In his paper, Zabow used the REFLEX process to make a variety of structures, including an array of microfabricated disks, which double as reference markers, that were transferred onto a surface with recessed holes. The entire surface was patterned, including down vertical sidewalls and over edges with nanoscale radii of curvature, for both rigid and flexible microstructures.

He also printed onto the sharp point of a pin and wrote the acronym “NIST” in microscale gold lettering onto a single strand of human hair. Plus, he successfully transferred magnetic disks, 1 micrometer in diameter, onto a floss fiber of a milkweed seed. The fiber reacted in the presence of a magnet, proving successful transfer.

Zabow has filed a patent application for the new process. Future research will look at testing different sugars as well as other possible materials for encasing/transferring the micromagnetic dots and other structures. A better understanding of the process, its opportunities, and limitations is needed to fully take advantage of REFLEX and scale it up for manufacturing.

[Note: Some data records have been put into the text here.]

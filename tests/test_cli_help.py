"""Every command answers --help with an example, and the commands that handle people's data carry
the caution (skeleton data is pseudonymised; automated redaction needs human review)."""

from __future__ import annotations

import pytest
from click.testing import CliRunner

from redact.cli import main

COMMANDS = sorted(main.commands)
# Commands whose output holds or reveals data about people.
CAUTIONED = {"process", "demo", "export", "derive", "audit", "tracks", "report", "batch"}


def test_every_registered_command_is_listed():
    r = CliRunner().invoke(main, ["--help"])
    assert r.exit_code == 0
    for name in COMMANDS:
        assert name in r.output
    assert "pseudonymised" in r.output


@pytest.mark.parametrize("name", COMMANDS)
def test_help_has_an_example(name):
    r = CliRunner().invoke(main, [name, "--help"])
    assert r.exit_code == 0, r.output
    assert "example" in r.output.lower()
    assert f"redact {name}" in r.output


@pytest.mark.parametrize("name", sorted(CAUTIONED))
def test_help_carries_the_caution(name):
    text = " ".join(CliRunner().invoke(main, [name, "--help"]).output.lower().split())
    assert any(w in text for w in ("pseudonymised", "review", "sensitive", "does not replace")), name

Because the REFLEX process is so inexpensive and simple, Zabow hopes many other researchers in different fields will also adopt the technology and explore what might really be possible.

Achieving peak efficiency: Improving the REFLEX process

As a new process, REFLEX may require some adjustments to achieve peak efficiency. For example, to ensure optimum spreading over a surface and to avoid dewetting of the heated mixture, it may be necessary to pretreat the surface, apply gentle pressure, or use transfer layers a few millimeters thick. Additionally, directional heating can help avoid trapping air pockets, which prevent complete pattern transfer. To accommodate locally varying surface chemistries, targeted surface pretreatments or heating profiles may offer further control.

If the transfers are not immediately redeposited on the substrates, shrinkage may occur from evaporation, distorting the transfers. Desiccator storage is one possible solution to avoid this distortion. It maintains the transfer in a stable glass state, which thus allows the submicrometer pattern to be accurately preserved for months.

“It’s really almost silly that you can transfer print onto surfaces with microscale precision using something as commonplace as a piece of candy, don’t you think?” he adds in an email.

The paper, published in Science, is “Reflow transfer for conformal three-dimensional microprinting” (DOI: 10.1126/science.add7023).